Eiseley is a compelling writer because his interpretation of these clues is always an amalgam of hard science knowledge, compassionate humanism, and a sort of stoic poetry that often seems to stop just short of surrendering to the void. This is particularly true of the ten essays that comprise his 1969 book, The Unexpected Universe. Each essay is a set piece built around some image or experience that has profoundly affected Eiseley, and he spends the essay turning his scientific eye inward — examining his own emotional strata and why he is, to use modern parlance, so “shook” — and outward, drawing upon a classical set of allusions that include Plato, Shakespeare, Darwin, Emerson, Thoreau and others to frame the piece in context for the reader.

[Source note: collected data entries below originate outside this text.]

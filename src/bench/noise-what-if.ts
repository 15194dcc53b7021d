/**
 * What-if benchmark of the noise budget (`npm run bench:noise`): the
 * engine's part of one frame of the what-if controls in the lane view,
 * `noiseWhatIf` on chain H2O-183 of the demo plan (db/seed/mission-demo-plan.ts,
 * which carries a conversion efficiency there) with the LO power moved a
 * little each frame, N frames (HETEROLANE_BENCH_FRAMES, default 2000).
 * Prints the median, 95th percentile and maximum time per frame. Target:
 * well under the 16 ms frame (React's render of the small chart comes on
 * top; the Chromium lane bench, `npm run bench:lanes`, measures that for the
 * lane chart). Starts nothing.
 */
import { demoPlan } from "@db/seed/mission-demo-plan";
import { noiseWhatIf } from "@/lib/plan";
import { parsePlan } from "@/schemas/plan";

const parsed = parsePlan(demoPlan());
if (!parsed.ok) throw new Error("the demo plan is invalid");
const plan = parsed.plan;
const frames = Number(process.env.HETEROLANE_BENCH_FRAMES ?? 2000);
const times: number[] = [];
let sink = 0;
for (let i = 0; i < frames; i++) {
  const t0 = performance.now();
  const w = noiseWhatIf(plan, "H2O-183", { loPowerMW: 0.5 + (i % 200) * 0.05, conversionEfficiency: 0.01 });
  times.push(performance.now() - t0);
  sink += w.channels[0]?.nedtK ?? 0;
}
times.sort((a, b) => a - b);
const q = (p: number) => times[Math.min(times.length - 1, Math.floor(p * times.length))]!;
console.log(
  `noiseWhatIf, chain H2O-183 of the demo plan (${plan.channels.filter((c) => c.chain === "H2O-183").length} channels), ${frames} frames:`,
);
console.log(
  `  per frame: median ${q(0.5).toFixed(3)} ms, p95 ${q(0.95).toFixed(3)} ms, max ${times[times.length - 1]!.toFixed(3)} ms (target ≤ 16 ms)`,
);
if (!Number.isFinite(sink)) console.log("  (a NEΔT was not finite)");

Similar to the transcendentalist modes of Thoreau and Emerson, being alive in human form is ultimately a cosmic mystery for Eiseley, and life is a quest for meaning. These essays suggest that this meaning or understanding tends to emerge in coded disguise, such as the letter-like markings of an alphabet shell, a suddenly recalled memory of a “junkman” and his horse-drawn cart at the corner of R and 13th in 1923, or a giant cecropia moth that invades an outdoor theatrical play staged under the lights. These sparks of connection with the rest of the universe are fleeting, leaving the author perhaps even more alone than he realized before.

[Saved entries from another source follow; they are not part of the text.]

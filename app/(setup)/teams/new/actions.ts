"use server";
import { parseWithZod } from "@conform-to/zod/v4";
import { randomBytes } from "node:crypto";
import { headers } from "next/headers";
import { redirect } from "next/navigation";
import { auth } from "@/server/auth/auth";
import { authError } from "@/server/auth/errors";
import { CreateTeamSchema, slugFromName } from "@/schemas/auth";

/** Creates a team (the creator becomes its owner), makes it active and opens its missions. */
export async function createTeamAction(_prev: unknown, formData: FormData) {
  const submission = parseWithZod(formData, { schema: CreateTeamSchema });
  if (submission.status !== "success") return submission.reply();
  const h = await headers();
  const session = await auth.api.getSession({ headers: h });
  if (!session) redirect("/sign-in?next=/teams/new");
  try {
    const team = await auth.api.createOrganization({
      body: { name: submission.value.name, slug: slugFromName(submission.value.name, randomBytes(3).toString("hex")) },
      headers: h,
    });
    if (team) await auth.api.setActiveOrganization({ body: { organizationId: team.id }, headers: h });
  } catch (err) {
    const e = authError(err);
    if (e) return submission.reply({ formErrors: [e.message] });
    throw err;
  }
  redirect("/missions");
}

In this sense, The Unexpected Universe is truly a product of its cultural-historical moment in the late 1960s, the same zeitgeist that infuses Stanley Kubrick’s 2001: A Space Odyssey, created right before human beings placed one of our own on the moon on July 21, 1969. After decades of sci-fi pulp fiction speculation about encountering other intelligent life forms on other planets, the reality of the vast emptiness of outer space and the lonely human position within it became more apparent.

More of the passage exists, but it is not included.